Still, it’s going to face challenges becoming reality — particularly when it comes to landing unmanned planes on rocking boats in the ocean.
“That has been done on land,” said Steve Komadina, a program manager at DARPA in charge of the program. “But it hasn’t really been done on a ship.”
The U.S. military has a large arsenal of intelligence-gathering planes, but many come with drawbacks. Planes that can carry bulky sensors and camera equipment needed for high-level intelligence missions are often larger and need to be manned. Those that are unmanned often can’t fly further the eye can see and require an airstrip or large parts of a Navy deck with several people nearby to help the plane take off and land.
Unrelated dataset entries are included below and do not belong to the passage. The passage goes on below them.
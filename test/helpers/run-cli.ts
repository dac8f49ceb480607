/** Run the CLI in-process (main() with stdout and stderr captured) or as a real child process. */
import { spawnSync } from 'node:child_process';
import { fileURLToPath } from 'node:url';
import { main } from '../../src/cli/main.js';

export interface CliResult {
  code: number;
  stdout: string;
  stderr: string;
  /** Wall time, ms (reported by the fuzz run; never asserted as a speed). */
  ms: number;
}

export const BIN = fileURLToPath(new URL('../../bin/quakesweep.js', import.meta.url));

/** main(argv) with process.stdout and process.stderr captured. */
export async function runMain(argv: string[]): Promise<CliResult> {
  const out: string[] = [];
  const err: string[] = [];
  const stdoutWrite = process.stdout.write;
  const stderrWrite = process.stderr.write;
  const capture = (into: string[]) =>
    ((chunk: string | Uint8Array) => {
      into.push(typeof chunk === 'string' ? chunk : Buffer.from(chunk).toString('utf8'));
      return true;
    }) as typeof process.stdout.write;
  process.stdout.write = capture(out);
  process.stderr.write = capture(err);
  const start = performance.now();
  let code: number;
  try {
    code = await main(argv);
  } finally {
    process.stdout.write = stdoutWrite;
    process.stderr.write = stderrWrite;
  }
  return { code, stdout: out.join(''), stderr: err.join(''), ms: performance.now() - start };
}

/** node bin/quakesweep.js argv, killed after `timeoutMs` (a hang shows as code -1). */
export function runChild(
  argv: string[],
  options: { cwd?: string; timeoutMs?: number; input?: string } = {},
): CliResult {
  const start = performance.now();
  const result = spawnSync(process.execPath, [BIN, ...argv], {
    cwd: options.cwd,
    encoding: 'utf8',
    timeout: options.timeoutMs ?? 20_000,
    input: options.input,
  });
  return {
    code: result.status ?? -1,
    stdout: result.stdout ?? '',
    stderr: result.stderr ?? '',
    ms: performance.now() - start,
  };
}

/** The lines of stderr that are neither warnings nor the two lines of a success. */
export function errorLines(stderr: string): string[] {
  return besidesSuccess(stderr)
    .split('\n')
    .filter((line) => line !== '' && !line.startsWith('quakesweep: warning: '));
}

/** What a stack trace or a raw exception looks like on stderr. */
export const STACK_TRACE = /^\s+at |\n\s+at |Error: |node:internal|\.ts:\d+|\.js:\d+:\d+/;

/** Check a failure the way a person meets it: exit 2, one line, no stack trace. */
export function expectOneLineFailure(result: CliResult): string {
  const lines = result.stderr.split('\n').filter((line) => line !== '');
  if (
    result.code !== 2 ||
    lines.length !== 1 ||
    STACK_TRACE.test(result.stderr) ||
    !lines[0].startsWith('quakesweep: ')
  ) {
    throw new Error(`expected exit 2 and one line on stderr, got exit ${result.code} and:\n${result.stderr}`);
  }
  return lines[0];
}

/** runMain(argv) with `cwd` as the working folder, so relative file names read as a person types them. */
export async function runMainIn(cwd: string, argv: string[]): Promise<CliResult> {
  const before = process.cwd();
  process.chdir(cwd);
  try {
    return await runMain(argv);
  } finally {
    process.chdir(before);
  }
}

/** Standard error without the two lines every success ends with (what was written, the caution). */
export function besidesSuccess(stderr: string): string {
  return stderr.replace(/^quakesweep: (done|caution): .*\n/gm, '');
}
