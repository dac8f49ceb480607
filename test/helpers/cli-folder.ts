/**
 * A temporary working folder for in-process CLI tests: `run` calls main() there, `json` runs with
 * --format json and expects success, `writeWindowedSine` writes an invented one-value-a-line
 * record (a Gaussian-windowed sine, 600 samples meant for --dt 0.01).
 */
import { mkdtempSync, rmSync, writeFileSync } from 'node:fs';
import { tmpdir } from 'node:os';
import { join } from 'node:path';
import { afterAll, beforeAll, expect } from 'vitest';
import { besidesSuccess, type CliResult, runMainIn } from './run-cli.js';

export interface CliFolder {
  /** The folder's path (empty until the file's beforeAll ran). */
  readonly path: string;
  run(...args: string[]): Promise<CliResult>;
  json(...args: string[]): Promise<ReturnType<typeof JSON.parse>>;
  writeWindowedSine(name: string, frequencyHz: number): void;
}

/** A fresh folder made before the file's tests and removed after them. */
export function useCliFolder(prefix: string, setup: (folder: CliFolder) => void = () => {}): CliFolder {
  let path = '';
  const folder: CliFolder = {
    get path() {
      return path;
    },
    run: (...args) => runMainIn(path, args),
    async json(...args) {
      const result = await runMainIn(path, [...args, '--format', 'json']);
      expect(besidesSuccess(result.stderr)).toBe('');
      expect(result.code).toBe(0);
      return JSON.parse(result.stdout);
    },
    writeWindowedSine(name, frequencyHz) {
      const values = Array.from({ length: 600 }, (_, i) => {
        const t = i * 0.01;
        return String(0.3 * Math.exp(-(((t - 2.5) / 1) ** 2)) * Math.sin(2 * Math.PI * frequencyHz * t));
      });
      writeFileSync(join(path, name), values.join('\n'));
    },
  };
  beforeAll(() => {
    path = mkdtempSync(join(tmpdir(), prefix));
    setup(folder);
  });
  afterAll(() => rmSync(path, { recursive: true, force: true }));
  return folder;
}
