/**
 * How many cases each fuzz test runs. The fixed-seed run in `npm test` is small; `npm run fuzz`
 * (scripts/fuzz.mjs) sets QUAKESWEEP_FUZZ_SCALE to run the long campaign with the same code, and
 * QUAKESWEEP_FUZZ_REPORT to a file where each test appends its figures.
 */
import { appendFileSync } from 'node:fs';

const scale = Number(process.env.QUAKESWEEP_FUZZ_SCALE ?? '1');

export const FUZZ_SEED = Number(process.env.QUAKESWEEP_FUZZ_SEED ?? '20250611');

/** `base` cases in the quick run, `base × scale` in the long one (the scale capped at `maxScale`). */
export function runs(base: number, maxScale = Number.POSITIVE_INFINITY): number {
  const factor = Number.isFinite(scale) && scale > 0 ? Math.min(scale, maxScale) : 1;
  return Math.max(1, Math.round(base * factor));
}

/** Append one line of figures to the long run's report (nothing in the quick run). */
export function report(name: string, figures: Record<string, unknown>): void {
  const file = process.env.QUAKESWEEP_FUZZ_REPORT;
  if (file !== undefined && file !== '') appendFileSync(file, `${JSON.stringify({ name, ...figures })}\n`);
}
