/**
 * SIGINT, SIGTERM and SIGHUP while outputs may be staged: the handlers are installed when the first
 * transaction starts, so that such a signal never stops the process in the middle of one (Node runs
 * a handler only between synchronous steps, and a transaction is one). A handler removes whatever
 * temporary files are remembered, then ends the process by the same signal, as it would have ended.
 */

const SIGNALS = ['SIGINT', 'SIGTERM', 'SIGHUP'] as const;

const cleanups = new Set<() => void>();
let installed = false;

function onSignal(signal: NodeJS.Signals): void {
  for (const cleanup of cleanups) {
    try {
      cleanup();
    } catch {
      // Best effort: the signal ends the process whatever is left.
    }
  }
  cleanups.clear();
  for (const name of SIGNALS) process.removeListener(name, onSignal);
  installed = false;
  process.kill(process.pid, signal);
}

/** Run `cleanup` if a signal comes before forget(cleanup); installs the handlers once. */
export function remember(cleanup: () => void): void {
  cleanups.add(cleanup);
  guardSignals();
}

export function forget(cleanup: () => void): void {
  cleanups.delete(cleanup);
}

/** Install the handlers (once). Kept for the rest of the run: removing one could drop a signal caught meanwhile. */
export function guardSignals(): void {
  if (installed) return;
  installed = true;
  for (const name of SIGNALS) process.on(name, onSignal);
}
To solve that issue, DARPA aims to partner with defense contractors or commercial aircraft start-ups to create its X-Plane. DARPA officials are looking to build off the advances that commercial vertical-takeoff-and-landing aircraft companies have made in propulsion, low-weight batteries and low-cost manufacturing materials.
The initiative’s name is a mouthful, dubbed the advanced aircraft infrastructure-less launch and recovery X-Plane, or ANCILLARY.
Though little is known about how the end product will look, the agency said it should weigh no more than 250 to 330 pounds, fly roughly 16 hours at a time, be able to carry equipment up to 60 pounds and vertically take off and land from Navy decks or anywhere in the world that has roughly 320 square feet of clear space, Komadina said.
The aircraft could carry a small bomb if needed, he added, but “that’s not really in the plans right now.”
Next week, DARPA will invite companies to learn more about the initiative and submit project proposals. Officials estimate it will take three years to get a prototype, and another three years or so before the actual plane could be used on the battlefield.
But several challenges remain. It will be difficult to create an aircraft design that meets DARPA’s weight, flight-time and flying-range specifications. Creating a propulsion system that delivers enough energy to vertically take off and land the aircraft while also scaling down to cruise is difficult to master.
Cynthia Cook, a defense industry expert and senior fellow at the Center for Strategic and International Studies, a national security think tank, said that she welcomes this DARPA program, because creating better-quality unmanned systems to gather intelligence on the battlefield prevents troops from undergoing dangerous missions.
“Unmanned systems doing these missions may mean that members of the military are less at risk,” she said.